### Computing Q Vaues using Bellman's updated equation ###

Bellmann Equation is: $Q(s,a) = Q(s,a) + \alpha (R_s + \gamma * max(Q(s',a') - Q(s,a))$

where $Q(s,a)$ is the $Q$ value of the state it is in.

#### The method for training an agent using Q-Learning is done as follows: ####
    - In the start state the agent can take any random action to get to the next state
    - From this state the Agent takes the optimal path as per the Bellman equation till end of episode.
    - When the episode is over a new episode starts but the Q-Values are carried over to the next episode
    - Many episodes are iteratively run till the Q-Values of any of the state, action pairs do not change (Optimal policy)
    - The Q-Values are populated in a Q-Table with columns as actions and rows as states.

For the MineExplorer Exercise and to make this process intuitively clear, I have shown the sample calculation for 2 episodes.


1. Keep in mind the MineExplorer has 6 states with 2 of them being terminal states.
2. The terminal state 1 gives a reward of 100 and the terminal state 6 gives a reward of 40.
3. All other states give a reward of 0.
4. Mine explorer has two actions - move left (0) or move right (1).
5. I will take the gamma as in the class example (0.5) and will assume alpha = 1 (you will use values given in the exercise).
6. Let the start state always be 3.

In [59]:
import numpy as np

In [None]:
# Create a Q-Table
Q = np.zeros((6,2)) # 1st column represents action 'left' and 2nd column represents action 'right'

alpha = 1.  # Learningrate
gamma = 0.5 # Discount factor

# Populate the terminal states with rewards
Q[0][0] = 100
Q[5][1] = 40

reward = [100,0,0,0,0,40] # The reward system
action = [0,1]            # The action codes for 'left','right'

print(f"Q-Table at start\n{Q}")


# Episode 1: 
# Remember python counts from 0
# Starts at state 2 and let the agent make a random first action to the left
# It then moves to the next state, which is 1.

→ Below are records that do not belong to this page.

import assert from "node:assert/strict";
import fc from "fast-check";
import {
  type CrystalAxis,
  groupIndex,
  indexSource,
  type Material,
  materialRange,
  publishedRangeRemark,
  refractiveIndex,
  SELLMEIER_SETS,
} from "../../../models/materials/mod.ts";
import { nm } from "../../../shared/units.ts";
import { assertClose } from "../../assert_close.ts";

const EVERY: [Material, CrystalAxis][] = [
  ["CLN", "o"],
  ["CLN", "e"],
  ["MgO:CLN", "o"],
  ["MgO:CLN", "e"],
  ["KTP", "x"],
  ["KTP", "y"],
  ["KTP", "z"],
];

Deno.test("each material takes its own set on each axis", () => {
  const s = SELLMEIER_SETS;
  const at = (set: { index(L: number, T: number): number }) => set.index(1.3, 60);
  assert.equal(refractiveIndex("CLN", "e", 1.3e-6, 60), at(s.jundt_e));
  assert.equal(refractiveIndex("CLN", "o", 1.3e-6, 60), at(s.el_o));
  assert.equal(refractiveIndex("MgO:CLN", "e", 1.3e-6, 60), at(s.gayer5_e));
  assert.equal(refractiveIndex("MgO:CLN", "o", 1.3e-6, 60), at(s.gayer5_o));
  assert.equal(refractiveIndex("KTP", "y", 1.3e-6, 60), at(s.ktp_y));
  assert.equal(refractiveIndex("KTP", "z", 1.3e-6, 60), at(s.ktp_z));
  assert.equal(refractiveIndex("KTP", "x", 1.3e-6, 60), at(s.kato_x));
  assert.match(indexSource("KTP", "y"), /König.*Emanueli/);
});

Deno.test("LiNbO3 answers for the crystallographic axes: z is e, x and y are o", () => {
  for (const material of ["CLN", "MgO:CLN"] as const) {
    assert.equal(
      refractiveIndex(material, "z", 1e-6, 25),
      refractiveIndex(material, "e", 1e-6, 25),
    );
    assert.equal(groupIndex(material, "x", 1e-6, 25), groupIndex(material, "o", 1e-6, 25));
    assert.equal(groupIndex(material, "y", 1e-6, 25), groupIndex(material, "o", 1e-6, 25));
  }
});

Deno.test("KTP has no o or e axis", () => {
  for (const axis of ["o", "e"] as const) {
    assert.throws(() => refractiveIndex("KTP", axis, 1e-6, 25), /RangeError.*KTP.*need x, y or z/);
  }
});

Deno.test("the index of KTP rises from x to y to z", () => {
  for (let um = 0.46; um < 1.7; um += 0.02) {
    const [x, y, z] = (["x", "y", "z"] as const).map((axis) => refractiveIndex("KTP", axis, um * 1e-6, 25));
    assert.ok(x! < y! && y! < z!, `${um} µm`);
  }
});

Deno.test("the limits of wavelength and temperature belong to the range, anything beyond is refused by name", () => {
  const limits: [Material, CrystalAxis, number, number][] = [
    ["CLN", "o", 400, 4000],
    ["CLN", "e", 400, 4000],
    ["MgO:CLN", "o", 500, 1700],
    ["MgO:CLN", "e", 500, 4000],
    ["KTP", "x", 450, 3500],
    ["KTP", "y", 450, 3500],
    ["KTP", "z", 450, 3500],
  ];
  for (const [material, axis, lo, hi] of limits) {
    for (const f of [refractiveIndex, groupIndex, publishedRangeRemark]) {
      for (const T of [5, 250]) {
        for (const l of [lo, hi]) assert.doesNotThrow(() => f(material, axis, nm(l), T));
      }
      const wavelengths = new RegExp(`RangeError.*${material} along ${axis}.*need ${lo} to ${hi} nm`);
      for (const l of [lo - 0.01, hi + 0.01, 0, -800, NaN, Infinity]) {
        assert.throws(() => f(material, axis, nm(l), 25), wavelengths);
      }
      for (const T of [4.99, 250.01, NaN]) {
        assert.throws(() => f(material, axis, 1e-6, T), /RangeError.*need 5 to 250 °C/);
      }
    }
    const range = materialRange(material, axis);
    assertClose(range.lambda[0], nm(lo), { rel: 1e-9 });
    assertClose(range.lambda[1], nm(hi), { rel: 1e-9 });
    assert.deepEqual(range.temperatureC, [5, 250]);
  }
});

Deno.test("the group index is n − λ·dn/dλ by differencing, and exceeds n where dispersion is normal", () => {
  fc.assert(fc.property(
    fc.constantFrom(...EVERY),
    fc.double({ min: 0.51e-6, max: 1.69e-6, noNaN: true }),
    fc.double({ min: 5, max: 250, noNaN: true }),
    ([material, axis], lambda, T) => {
      const h = 2e-10;
      const n = (l: number) => refractiveIndex(material, axis, l, T);
      const slope = (n(lambda + h) - n(lambda - h)) / (2 * h);
      const ng = groupIndex(material, axis, lambda, T);
      // Third derivative < 40 /µm³ at 0.51 µm: h² n‴/6 is below 1e-6 here.
      assertClose(ng, n(lambda) - lambda * slope, { abs: 2e-6 }, `${material} ${axis}`);
      assert.ok(ng > n(lambda));
    },
  ));
});

Deno.test("the index has no jump: a step of 1 pm or 1 mK moves it by no more than its slopes allow", () => {
  fc.assert(fc.property(
    fc.constantFrom(...EVERY),
    fc.double({ min: 0.51e-6, max: 1.69e-6, noNaN: true }),
    fc.double({ min: 5, max: 249, noNaN: true }),
    ([material, axis], lambda, T) => {
      const n = refractiveIndex(material, axis, lambda, T);
      assert.ok(Math.abs(refractiveIndex(material, axis, lambda + 1e-12, T) - n) < 1e-6);
      assert.ok(Math.abs(refractiveIndex(material, axis, lambda, T + 1e-3) - n) < 1e-6);
    },
  ));
});

Deno.test("a remark names the published range where the answer is an extrapolation, and only there", () => {
  assert.equal(publishedRangeRemark("CLN", "e", 1.55e-6, 25), null);
  assert.equal(publishedRangeRemark("CLN", "o", 0.775e-6, 100), null);
  assert.equal(publishedRangeRemark("KTP", "y", 1.55e-6, 40), null);
  assert.equal(publishedRangeRemark("KTP", "z", 0.791e-6, 40), null);
  assert.match(
    publishedRangeRemark("CLN", "e", 1.55e-6, 15)!,
    /^beyond_published_range: CLN e.*20 to 250 °C/,
  );
  assert.match(
    publishedRangeRemark("KTP", "y", 0.791e-6, 25)!,
    /^beyond_published_range: KTP y.*1\.2 to 3\.5 µm/,
  );
  assert.match(publishedRangeRemark("KTP", "y", 1.7e-6, 26)!, /temperature dependence.*0\.532 to 1\.585 µm/);
  assert.equal(publishedRangeRemark("KTP", "y", 1.7e-6, 25), null, "the temperature part vanishes at 25 °C");
  assert.match(publishedRangeRemark("MgO:CLN", "e", 1.55e-6, 20)!, /24\.5 to 200 °C/);
});
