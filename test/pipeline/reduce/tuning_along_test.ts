import assert from "node:assert/strict";
import { mismatchProfile, parameterSlope } from "../../../models/decision/mod.ts";
import { mismatch } from "../../../models/guides/mod.ts";
import { gratingSpectrumDirect, uniformGrating } from "../../../models/poling/mod.ts";
import type { LotReadings } from "../../../pipeline/reduce/lot_readings.ts";
import { reduceTuning } from "../../../pipeline/reduce/tuning.ts";
import type { AlongByGuide } from "../../../pipeline/traits/along_guide.ts";
import { TraitPools } from "../../../pipeline/traits/pools.ts";
import { assertClose } from "../../assert_close.ts";
import { doubling, solvedPlatform } from "../../models/decision/solved_guide.ts";

const waves = doubling(1550, "TM");
const { model } = solvedPlatform("ti-ln-zcut", 7, [waves]);
const geometry = { width_um: 7 };
const guide = {
  wafer: "A",
  die_id: "A/01",
  guide_id: "A/01/g1",
  width_um: 7,
  period_um: 17.08,
  poled_from_mm: 1,
  poled_length_mm: 16,
  length_mm: 18,
};
/** Wider over the last third of the guide: its curve is not symmetric, and its mean over the poled length is not 0. */
const along: AlongByGuide = new Map([[guide.guide_id, [{
  parameter: "width_um",
  along: { parameter: "width_um", z: [0.002, 0.011, 0.016], deviation: [-0.04, -0.03, 0.07] },
  sd: 0.06,
  u: 0.005,
  places: 3,
  refs: [{ table: "geometry", file_name: "readings/geometry.csv", source_file: "1", lines: [[2, 4]] }],
}]]]);

/** A scan of a guide that varies so, with an offset of its own (1/m). */
function scan(offset: number) {
  const grating = uniformGrating({ start: 0.001, length: 0.016, period: guide.period_um * 1e-6 });
  return Array.from({ length: 81 }, (_, k) => {
    const T = 35 + k * 0.5;
    const slope = (p: "width_um") => parameterSlope(model, { waves, geometry, temperatureC: T }, p);
    const profile = mismatchProfile(
      along.get(guide.guide_id)!.map((a) => a.along!),
      (p) => slope(p as "width_um"),
    )!;
    const first = mismatch(model.index, waves, T, geometry) + offset;
    const { re, im } = gratingSpectrumDirect(grating, { first, step: 1, count: 1 }, {
      profile,
      scale: model.expansion(T),
    });
    return {
      scope: "guide",
      unit: guide.guide_id,
      ...guide,
      scan: "a",
      process: "second-harmonic",
      polarisations: "TM+TM>TM",
      temperature_c: T,
      wavelength_nm: 1550,
      power_rel: re[0]! ** 2 + im[0]! ** 2,
      file_name: "readings/tuning.csv",
      source_file: "00",
      source_line: k + 2,
    };
  });
}

function offsetOf(known: AlongByGuide) {
  const readings = {
    tuning: scan(40),
    poling: [],
    design: { guideById: new Map([[guide.guide_id, guide]]), lot: { lot: "A" } },
    platform: { defaults: {}, priors: {}, platform: "p" },
    model,
  } as unknown as LotReadings;
  const { traits, remarks } = reduceTuning(
    readings,
    new Map(),
    new TraitPools(readings.platform, readings.design, []),
    known,
  );
  assert.deepEqual(remarks, []);
  return traits.find((t) => t.trait === "mismatch_offset_per_m")!;
}

Deno.test("the offset that a scan leaves is beside what the guide's own variation does, and names those readings", () => {
  const known = offsetOf(along);
  const unknown = offsetOf(new Map());
  // Line width 2π/16 mm = 393 1/m: the fit of a symmetric curve holds the centre of this one to some per cent of it.
  assertClose(known.value, 40, { abs: 12 });
  assert.ok(
    Math.abs(unknown.value - 40) > 2 * Math.abs(known.value - 40),
    `${known.value}, without: ${unknown.value}`,
  );
  assert.ok(known.readings.some((r) => r.table === "geometry"));
  assert.ok(!unknown.readings.some((r) => r.table === "geometry"));
});
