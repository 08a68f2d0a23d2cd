import { deepEqual, equal, match, ok } from "node:assert/strict";
import { resolveGuide, windowsByUnit } from "../../../pipeline/traits/guide_traits.ts";
import { TraitPools } from "../../../pipeline/traits/pools.ts";
import type { TraitRow } from "../../../pipeline/traits/trait_row.ts";
import { platformSchema } from "../../../shared/schemas/platform.ts";
import { assertClose } from "../../assert_close.ts";
import { request, TYPE_II } from "../../models/decision/a_guide.ts";
import { HERE, lotDesign, PLATFORM, SAME_DIE, traitRow } from "./a_lot.ts";

const PAIRS = request({
  process: "pair-generation",
  polarisations: TYPE_II,
  pump: { wavelength_nm: 791, average_power_mw: 1 },
  signal: { wavelength_nm: 1582 },
});
const SPEAKS = platformSchema.parse({
  ...PLATFORM,
  defaults: { ...PLATFORM.defaults, mismatch_sd_per_m: { value: 90, u: 40 } },
});
/** A scan's rows: what it told of the spread, its effective length, and the share of the peak that is left. */
const scan = (process: string, sd: number, u: number, over: Partial<TraitRow> = {}): TraitRow[] => {
  const at = { process, wavelength_nm: 1582, ...over };
  return [
    traitRow("mismatch_sd_per_m", HERE.guide_id, sd, { ...at, u }),
    traitRow("effective_length_mm", HERE.guide_id, 6, { ...at, u: 0.1 }),
    traitRow("peak_kept", HERE.guide_id, 0.8, { ...at, u: 0.05 }),
  ];
};
function spreadOf(rows: readonly TraitRow[], guide = HERE, platform = PLATFORM) {
  const { inputs, roles } = resolveGuide(
    new TraitPools(platform, lotDesign(), rows),
    windowsByUnit([]),
    guide,
    PAIRS,
    null,
  );
  return {
    spread: inputs.mismatchSpread ?? null,
    told: roles.filter((r) => r.role === "poling" && /mismatch_sd|effective_length|peak_kept/.test(r.trait)),
  };
}

Deno.test("a guide's own scan of the process gives its spread and its length, with the rows they are from", () => {
  const { spread, told } = spreadOf([...scan("TM>TM+TM", 300, 10), ...scan("TE>TE+TM", 120, 30)]);
  deepEqual([spread!.sd.value, spread!.sd.u, spread!.sd.basis], [120, 30, "measured"]);
  equal(spread!.correlationLength, 1e-3);
  deepEqual([spread!.scanned!.waves.polP, spread!.scanned!.waves.polI], ["TE", "TM"]);
  equal(spread!.scanned!.effectiveLength.value, 6);
  deepEqual(told.map((t) => [t.trait, t.used, t.from]), [
    ["mismatch_sd_per_m", [3], HERE.guide_id],
    ["effective_length_mm", [4], HERE.guide_id],
    ["peak_kept", [5], HERE.guide_id],
  ]);
});

Deno.test("repeats of a scan are weighed, and one that told nothing counts as nothing within its limit", () => {
  const { spread } = spreadOf([...scan("TE>TE+TM", 120, 30), ...scan("TE>TE+TM", 0, 60)]);
  assertClose(spread!.sd.value, 120 / (1 + 1 / 4), { rel: 1e-12 });
  assertClose(spread!.sd.u, 30 / Math.sqrt(1 + 1 / 4), { rel: 1e-12 });
  const { spread: none, told } = spreadOf(scan("TE>TE+TM", 0, 60), HERE, SPEAKS);
  equal(none, null);
  match(told[0]!.note!, /own scan tells no spread/);
});

Deno.test("a scan of another process on the guide speaks for want of one, and says whose it is", () => {
  const { spread, told } = spreadOf(scan("TM>TM+TM", 300, 10), HERE, SPEAKS);
  equal(spread!.scanned!.waves.polS, "TM");
  match(told[0]!.note!, /told of TM>TM\+TM at 1582\.0 nm/);
  const far = spreadOf(scan("TE>TE+TM", 300, 10, { wavelength_nm: 1700 }));
  match(far.told[0]!.note!, /told of TE>TE\+TM at 1700\.0 nm/);
});

Deno.test("a platform's default speaks for guides without a scan, pooled with the scans of others; else there is none", () => {
  equal(spreadOf([]).spread, null);
  equal(spreadOf(scan("TE>TE+TM", 200, 5), SAME_DIE).spread, null);
  const platform = spreadOf([], HERE, SPEAKS);
  deepEqual([platform.spread!.sd.value, platform.spread!.sd.u, platform.spread!.sd.basis], [
    90,
    40,
    "platform",
  ]);
  equal(platform.spread!.scanned, null);
  const pooled = spreadOf(scan("TE>TE+TM", 200, 5), SAME_DIE, SPEAKS).spread!;
  ok(pooled.sd.value > 100 && pooled.sd.value < 200 && pooled.sd.basis === "die", JSON.stringify(pooled.sd));
  // A scan whose shape told nothing at all is no reason to give the guide what others have.
  equal(spreadOf(scan("TE>TE+TM", 0, 60).slice(1, 2), HERE, SPEAKS).spread, null);
});
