import { createHash } from "node:crypto";
import type { z } from "zod";
import { InputError, quoteValue } from "../shared/errors.ts";

/** SHA-256 of bytes or text, lower-case hex. */
export function sha256(data: Uint8Array | string): string {
  return createHash("sha256").update(data).digest("hex");
}

/**
 * Fingerprint of what was made from some files: the file's own sha256 where there is one, so that it can be held against
 * the file; else that of the files' sha256s, one per line.
 */
export const fingerprintOf = (hashes: readonly string[]): string =>
  hashes.length === 1 ? hashes[0]! : sha256(hashes.join("\n"));

/** Reads a small text file; a missing or unreadable one is an {@link InputError} that names it. */
export async function readTextFile(path: string, what: string): Promise<string> {
  try {
    const bytes = await Deno.readFile(path);
    return new TextDecoder("utf-8", { fatal: true }).decode(bytes);
  } catch (cause) {
    if (cause instanceof Deno.errors.NotFound) {
      throw new InputError(`Cannot read ${what} ${path}: there is no such file`, { file: path }, { cause });
    }
    const reason = cause instanceof TypeError ? "it is not UTF-8 text" : (cause as Error).message;
    throw new InputError(`Cannot read ${what} ${path}: ${reason}`, { file: path }, { cause });
  }
}

/** Reads and checks a JSON file against a schema. @throws InputError naming file, field, value and what would be right */
export async function readJsonFile<S extends z.ZodType>(
  path: string,
  schema: S,
  what: string,
): Promise<z.infer<S>> {
  return parseJson(await readTextFile(path, what), path, schema, what);
}

/** Parses JSON text and checks it; `path` is for the messages. */
export function parseJson<S extends z.ZodType>(
  text: string,
  path: string,
  schema: S,
  what: string,
): z.infer<S> {
  let data: unknown;
  try {
    data = JSON.parse(text);
  } catch (cause) {
    const at = /position (\d+)/.exec((cause as Error).message);
    const line = at === null ? undefined : text.slice(0, Number(at[1])).split("\n").length;
    throw new InputError(
      `Cannot read ${what} ${path}${line === undefined ? "" : `:${line}`}: not valid JSON (${
        (cause as Error).message
      })`,
      { file: path, ...(line === undefined ? {} : { line }) },
      { cause },
    );
  }
  const checked = schema.safeParse(data, { reportInput: true });
  if (checked.success) return checked.data;
  const lines = checked.error.issues.flatMap((issue) => issueLines(issue));
  throw new InputError(`Cannot use ${what} ${path}:\n  ${lines.join("\n  ")}`, { file: path });
}

/** A zod issue as sentences that name the field, what was found and what is wanted. */
export function issueLines(issue: z.core.$ZodIssue, prefix: PropertyKey[] = []): string[] {
  const path = [...prefix, ...issue.path];
  if (issue.code === "invalid_union" && issue.errors.length > 0) {
    // The branch that got furthest is the one that was meant.
    const best = issue.errors.reduce((a, b) => deepest(b) > deepest(a) ? b : a);
    return best.flatMap((inner) => issueLines(inner, path));
  }
  // What a key should look like stands one level down.
  if (issue.code === "invalid_key") return issue.issues.flatMap((inner) => issueLines(inner, path));
  const input = issue.input;
  const found = input === undefined || (typeof input === "object" && input !== null)
    ? ""
    : ` (found ${quoteValue(input)})`;
  return [`${fieldName(path)}: ${issue.message}${found}`];
}

const deepest = (issues: readonly z.core.$ZodIssue[]): number =>
  Math.max(...issues.map((i) => i.path.length));

/** `["require", 0, "figure"]` → `require[0].figure`. */
export function fieldName(path: readonly PropertyKey[]): string {
  if (path.length === 0) return "the whole file";
  return path.map((p, k) => typeof p === "number" ? `[${p}]` : k === 0 ? String(p) : `.${String(p)}`).join(
    "",
  );
}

episode = True # Indication that episode is not done

state = 2 # Set start state 

actions = action[0] # First random action 

# Compute Q value of each state till the episode ends
while episode:
    if actions == 0:  # Goes left
        Q[state,action[0]] = Q[state,action[0]] + alpha * (reward[state] + gamma * np.max(Q[state-1]) - Q[state,action[0]] )
    else:           # Goes right
        Q[state,action[0]] = Q[state,action[0]] + alpha * (reward[state] + gamma * np.max(Q[state+1]) - Q[state,action[0]] )

    # the next state is 1
    if actions == 0:
        state = state - 1
    else:
        state = state + 1   
    
    if state == 0 or state == 5:
        episode = False
        
print(f"Q Values after Episode 1:\n{Q}")

# Let us do a 2nd episode with statrt state = 2 (already set)
# Let the agent take a random first action as right this time and then follow the optimal route
# Compute Q value of each state till the episode ends
# Note that the Q-Table remains as last updated in Episode 1

episode = True # Indication that episode is not done

state = 2 # Reset start state 

actions = action[1] # Random right step first

while episode:
    if actions == 0:  # Goes left
        Q[state,action[0]] = Q[state,action[0]] + alpha * (reward[state] + gamma * np.max(Q[state-1]) - Q[state,action[0]] )
    else:           # Goes right
        Q[state,action[0]] = Q[state,action[0]] + alpha * (reward[state] + gamma * np.max(Q[state+1]) - Q[state,action[0]] )

    # the next state is 1
    if actions ==0:
        state = state - 1
    else:
        state = state + 1
    
        
    actions = action[0] # Then continue left as it is the optimal action   
    
    if state == 0 or state == 5:
        episode = False
        
print(f"\nQ Values after Episode 2:\n{Q}")   


Q-Table at start
[[100.   0.]
 [  0.   0.]
 [  0.   0.]
 [  0.   0.]
 [  0.   0.]
 [  0.  40.]]
0
Q Values after Episode 1:
[[100.   0.]
 [ 50.   0.]
 [  0.   0.]
 [  0.   0.]
 [  0.   0.]
 [  0.  40.]]

Q Values after Episode 2:
[[100.   0.]
 [ 50.   0.]
 [ 25.   0.]
 [  0.   0.]
 [  0.   0.]
 [  0.  40.]]


### Please Note: ###

1. This is just bare code to show how the equations are implemented and computation is done
2. I have assumed what the random action will be wheras when you code the whole exercise you will have to generate that random action
3. Make your code a combination of for loops for number of episodes and while loop for each episode - that is the most efficient way.
4. Study and understand how I have implemented and computed the Bellman's equation.